I'm just wondering if it's possible to get an accurate visual idea as to when fermentation is complete.

My wine has been fermenting for around 72 hours now. It started fairly slow and then really sped up, but now it has slowed right down again / possibly stopped. 

I don't have a hydrometer. The wine is in a 30L fermenting tub and when I seal the lid there are no longer bubbles coming through the airlock. To taste, the wine seems quite dry... but it seems like 3 days is way too short a time for the fermentation to have completed. 

The fermentation temperature has fluctuated a bit, according to the crappy adhesive thermometer on the side of the vessel - started at 22C, went up gradually to around 30, when I started dropping frozen water bottles in - these brought it back down and now it's sitting at about 24. So it should have at least stayed within a normal temperature range the whole time.

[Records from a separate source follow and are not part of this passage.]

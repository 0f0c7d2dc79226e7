/**
 * The firmware library as tests see it, whichever way it was compiled. Words are unsigned 32-bit
 * numbers; results are those of `enum hp_result`.
 */
export class CLibrary {
  constructor(
    readonly name: string,
    private readonly port: Port,
  ) {}

  /** hp_open, and the file stays open for the calls below. */
  open(file: Uint8Array): Promise<number> {
    return this.port.open(file);
  }

  /** hp_check of the open file. */
  async check(): Promise<number> {
    return (await this.call(PROBE.check, []))[0]! | 0;
  }

  /** hp_curve_at; the curve stays selected for {@link currents}. */
  async curve(index: number): Promise<{ result: number } & Partial<CurveRows>> {
    const [word, firstPoint, points, firstPeak, peaks, globalPeak] = await this.call(PROBE.curve, [
      index,
    ]);
    const result = word! | 0;
    if (result !== 0) return { result };
    return {
      result,
      firstPoint: firstPoint!,
      points: points!,
      firstPeak: firstPeak!,
      peaks: peaks!,
      globalPeak: globalPeak!,
    };
  }

  /** hp_curve_current of the selected curve at each voltage. */
  currents(voltages: ArrayLike<number>): Promise<Uint32Array> {
    return this.call(PROBE.currents, voltages);
  }

  /** hp_interpolate of each five: v0, i0, v1, i1, v. */
  interpolate(fives: readonly (readonly number[])[]): Promise<Uint32Array> {
    return this.call(PROBE.interpolate, fives.flat());
  }

  /** hp_find_column and hp_describe; the column stays selected for {@link read}. */
  async column(tag: string, quantity: number, group = 0): Promise<ColumnAnswer> {
    const tagWord = Buffer.from(tag, 'latin1').readUInt32LE();
    const words = await this.call(PROBE.column, [tagWord, quantity, group]);
    const result = words[0]! | 0;
    if (result !== 0) return { result };
    const [rows, stride, storage, signed] = words.subarray(1);
    const [stepHigh, stepLow, originHigh, originLow, width, rounding, overflow] = words.subarray(5);
    const name = Buffer.from(words.subarray(12, 28)).toString('latin1').replace(/\0.*$/s, '');
    return {
      result,
      description: {
        ...{ rows: rows!, stride: stride!, storage: storage!, signed: signed === 1 },
        ...{ step: toDouble(stepHigh!, stepLow!), origin: toDouble(originHigh!, originLow!) },
        ...{ width: width!, rounding: rounding!, overflow: overflow!, name },
      },
    };
  }

  /** hp_read of the selected column at each row. */
  async read(rows: readonly number[]): Promise<{ result: number; word: number }[]> {
    const words = await this.call(PROBE.read, rows);
    return rows.map((_, k) => ({ result: words[2 * k]! | 0, word: words[2 * k + 1]! }));
  }

  /**
   * Opens a file and asks for everything in it, checked or not: results of hp_open and hp_check,
   * and a hash of all answers. check and walk are 1 if hp_open refuses.
   */
  async inspect(file: Uint8Array): Promise<{ open: number; check: number; walk: number }> {
    const [open, check, walk] = await Promise.all([
      this.open(file),
      this.check(),
      this.call(PROBE.walk, []),
    ]);
    return { open, check, walk: walk[0]! };
  }

  /** hp_crc32 of bytes, fed one by one. */
  async crc(bytes: Uint8Array): Promise<number> {
    return (await this.call(PROBE.crc, bytes))[0]!;
  }

  /** hp_signed of each word, and hp_rank and hp_unrank of that. */
  async signs(words: readonly number[]): Promise<{ signed: number; rank: number; back: number }[]> {
    const answer = await this.call(PROBE.signs, words);
    return words.map((_, k) => {
      const [negative, magnitude, rank, back] = answer.subarray(4 * k);
      const signed = negative === 1 ? -1 - magnitude! : magnitude!;
      return { signed, rank: rank!, back: back! | 0 };
    });
  }

  /** Ends the program behind it, if there is one. */
  close(): Promise<void> {
    return this.port.close();
  }

  private call(request: number, words: ArrayLike<number>): Promise<Uint32Array> {
    return this.port.call(request, words);
  }
}

/** A way to the functions of probe.h. Requests are answered in order, also when not awaited. */
export interface Port {
  open(file: Uint8Array): Promise<number>;
  call(request: number, words: ArrayLike<number>): Promise<Uint32Array>;
  close(): Promise<void>;
}

export interface CurveRows {
  readonly firstPoint: number;
  readonly points: number;
  readonly firstPeak: number;
  readonly peaks: number;
  readonly globalPeak: number;
}

export interface ColumnAnswer {
  readonly result: number;
  readonly description?: {
    readonly rows: number;
    readonly stride: number;
    readonly storage: number;
    readonly signed: boolean;
    readonly step: number;
    readonly origin: number;
    readonly width: number;
    readonly rounding: number;
    readonly overflow: number;
    readonly name: string;
  };
}

/** enum hp_result of hillproof.h. */
export const HP = {
  OK: 0,
  LENGTH: -1,
  MAGIC: -2,
  VERSION: -3,
  HEADER_CRC: -4,
  DIRECTORY: -5,
  CHANNEL: -6,
  SECTION_CRC: -7,
  NOT_FOUND: -8,
  KIND: -9,
  RANGE: -10,
  INDEX: -11,
  ORDER: -12,
  EMPTY: -13,
} as const;

/** enum probe_request of probe.h. */
const PROBE = {
  check: 1,
  curve: 2,
  currents: 3,
  interpolate: 4,
  column: 5,
  read: 6,
  walk: 7,
  crc: 8,
  signs: 9,
} as const;

function toDouble(high: number, low: number): number {
  const view = new DataView(new ArrayBuffer(8));
  view.setUint32(0, high);
  view.setUint32(4, low);
  return view.getFloat64(0);
}
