/** Which columns of a table hold voltage and current, and in what units. */
import { Fault, type Problem } from '../../fault.js';
import { suggest } from '../../file/nearest.js';
import type { CsvTable } from './csv-table.js';

export interface CurveColumn {
  readonly index: number;
  readonly name: string;
  /** Power of ten from the column's unit to V or A: -3 for millivolts. */
  readonly exponent: number;
}

export interface CurveColumns {
  readonly voltage: CurveColumn;
  readonly current: CurveColumn;
}

type Quantity = keyof CurveColumns;

/**
 * The one column whose name says voltage and the one whose name says current, or those named.
 *
 * A name is split into words at anything that is not a letter. Its unit is the last word, or what
 * stands in brackets or behind a slash: kV, V, mV, kA, A, mA, µA (uA). Words for voltage: voltage,
 * V, U, volt; for current: current, I, ampere; both also as in Vpv, Idc. Case counts only for
 * units. So `voltage_V`, `U [mV]`, `Current (mA)`, `V`, `I`, `PV voltage / V` are understood. With no unit in the
 * name the numbers are in V and A.
 * @throws Fault `NO_HEADER`, `CURVE_COLUMN` where none or several columns answer.
 */
export function curveColumns(
  table: CsvTable,
  named: { readonly voltage?: string | undefined; readonly current?: string | undefined },
): CurveColumns {
  const { header, file } = table;
  if (header.fields.every((field) => /^[-+.\d,eE]*$/.test(field))) {
    throw new Fault('input', {
      code: 'NO_HEADER',
      ...header.place(0),
      message: `the first line must name the columns, found "${header.fields.join(' ')}".`,
      hint: 'Put a line such as voltage_V,current_A above the numbers.',
    });
  }
  const problems: Problem[] = [];
  const columns = QUANTITIES.map((quantity) => {
    const found = locate(table, quantity, named[quantity]);
    if ('problem' in found) problems.push({ file, ...found.problem });
    return found;
  });
  const [voltage, current] = columns;
  if (
    voltage === undefined ||
    current === undefined ||
    'problem' in voltage ||
    'problem' in current
  ) {
    throw new Fault('input', problems);
  }
  if (voltage.index === current.index) {
    throw new Fault('input', {
      code: 'CURVE_COLUMN',
      ...header.place(voltage.index),
      message: `voltage and current must be two columns, found "${voltage.name}" named for both.`,
    });
  }
  return { voltage, current };
}

const QUANTITIES = ['voltage', 'current'] as const;

const UNITS: Readonly<Record<Quantity, Readonly<Record<string, number>>>> = {
  voltage: { kV: 3, V: 0, mV: -3 },
  current: { kA: 3, A: 0, mA: -3, µA: -6, μA: -6, uA: -6 },
};
const OTHER: Readonly<Record<Quantity, Quantity>> = { voltage: 'current', current: 'voltage' };
const WORDS: Readonly<Record<Quantity, RegExp>> = {
  voltage: /^(voltages?|volts?|[vu](pv|dc|in|out|meas|mod|module|cell|term)?)$/i,
  current: /^(currents?|amp(ere)?s?|i(pv|dc|in|out|meas|mod|module|cell|term)?)$/i,
};

type Located = CurveColumn | { readonly problem: Omit<Problem, 'file'> };

function locate(table: CsvTable, quantity: Quantity, named: string | undefined): Located {
  const { header } = table;
  const readings = header.fields.map((name) => readName(name));
  if (named !== undefined) return locateNamed(table, quantity, named);
  const candidates = readings.flatMap((reading, index) =>
    reading.quantity === quantity ? [index] : [],
  );
  const [index, ...others] = candidates;
  const option = `Name the column of ${quantity} with --${quantity}-column.`;
  const names = (indices: readonly number[]): string =>
    indices.map((i) => `"${header.fields[i]!}"`).join(', ');
  if (index === undefined) {
    return problemAt(
      table,
      0,
      `no column says ${quantity}, found ${names([...header.fields.keys()])}.`,
      option,
    );
  }
  if (others.length > 0) {
    return problemAt(
      table,
      others[0]!,
      `several columns say ${quantity}: ${names(candidates)}.`,
      option,
    );
  }
  return columnAt(table, quantity, index);
}

function locateNamed(table: CsvTable, quantity: Quantity, named: string): Located {
  const { fields } = table.header;
  const wanted = named.trim();
  const exact = fields.indexOf(wanted);
  const index =
    exact >= 0 ? exact : fields.findIndex((name) => name.toLowerCase() === wanted.toLowerCase());
  if (index < 0) {
    return problemAt(table, 0, `there is no column "${wanted}".`, suggest(wanted, fields));
  }
  return columnAt(table, quantity, index);
}

function columnAt(table: CsvTable, quantity: Quantity, index: number): Located {
  const name = table.header.fields[index]!;
  const { unit } = readName(name);
  const exponent = unit === undefined ? 0 : UNITS[quantity][unit];
  if (exponent !== undefined) return { index, name, exponent };
  const known = Object.keys(UNITS[quantity]).join(', ');
  return problemAt(
    table,
    index,
    `the unit of ${quantity} must be one of ${known}, found "${unit}" in "${name}".`,
    UNITS[OTHER[quantity]][unit!] === undefined
      ? undefined
      : `That is a unit of ${OTHER[quantity]}.`,
  );
}

interface NameReading {
  readonly quantity?: Quantity;
  readonly unit?: string;
}

function readName(name: string): NameReading {
  const set = /^(.*?)\s*(?:\[([^\]]*)\]|\(([^)]*)\)|\/\s*(\S.*))\s*$/.exec(name);
  const written = set?.[2] ?? set?.[3] ?? set?.[4];
  const words = (set?.[1] ?? name).split(/[^\p{L}]+/u).filter((word) => word !== '');
  const last = words.at(-1);
  const isUnit = last !== undefined && QUANTITIES.some((q) => UNITS[q][last] !== undefined);
  const unit = written?.trim() ?? (isUnit ? last : undefined);
  const rest = written === undefined && isUnit && words.length > 1 ? words.slice(0, -1) : words;
  const quantity = QUANTITIES.find((q) => rest.some((word) => WORDS[q].test(word)));
  const byUnit = QUANTITIES.find(
    (q) => rest.length === 1 && rest[0] === unit && UNITS[q][unit!] === 0,
  );
  const known = quantity ?? byUnit;
  return {
    ...(known === undefined ? {} : { quantity: known }),
    ...(unit === undefined || unit === '' ? {} : { unit }),
  };
}

const problemAt = (table: CsvTable, index: number, message: string, hint?: string): Located => ({
  problem: {
    code: 'CURVE_COLUMN',
    ...table.header.place(index),
    message,
    ...(hint === undefined ? {} : { hint }),
  },
});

What do you reckon - should I just assume it's still going and leave it to do its thing?
Should I chuck in another packet of yeast and see if that kickstarts it? 
Should I buy a hydrometer? 

Cheers


----------



## sour_grapes (Mar 4, 2014)

REDRUM said:


> Should I buy a hydrometer?
> Cheers



This. .


----------



## MrKevin (Mar 4, 2014)

My fermentations usually start slow, get really going for a few days, then slow down for up to a week. Not having a hydrometer, is like not having gas for your car.


----------



## REDRUM (Mar 5, 2014)

sour_grapes said:


> This. .



lol, I was expecting that response!

I have added more yeast and bought a hydrometer. If there's no visible action in a day's time, I will test the vino! And another question: if it HAS chewed through all the sugar and stopped fermenting altogether after 3 days is that within the 'normal' spectrum or does it mean something is wrong?


----------



## Pumpkinman (Mar 5, 2014)

The biggest issue is not having known what the starting gravity was, we have no idea what it has done. That said, before you added more yeast, did you take a SG reading?
Adding more yeast to a wine that may not have any sugars left to convert will not help you in any way.


----------



## REDRUM (Mar 5, 2014)

Yeah, I figured that more yeast wouldn't hurt though & would just drop out if it had nothing to feed on. 

I added some more yeast and I believe the wine is still fermenting, albeit slowly. I will just let it do its thing and will start taking SG readings when I think it's stopped again.


----------



## mkjennison (Mar 7, 2014)

MrKevin said:


> Not having a hydrometer, is like not having gas for your car.



More like not having a gas *gauge*...


----------



## jpsmithny (Mar 9, 2014)

What kind of wine are you making?
What yeast did you use?
Did you add any nutrients?

The ONLY way to tell when the ferment has finished is to use the hydrometer.

Ok, it's not the only way but is the best way for a home winemaker.


----------



## REDRUM (Mar 12, 2014)

Hi jpsmithny,
The wine is Grenache / Shiraz, cofermented using Lalvin Bourgovin RC212. No yeast nutrients added. Looks like the additional yeast did the trick, it's still bubbling away slowly. Will test SG once it looks like it's stopped.
Cheers!


----------



## grapeman (Mar 12, 2014)

If you have a hydrometer check the SG now to get an idea where it is at. It takes the guessing out of the equation.


----------



## altavino (Mar 12, 2014)

It would take less time to take a hydrometer reading than to post your question. Bubbles mean nothing .


----------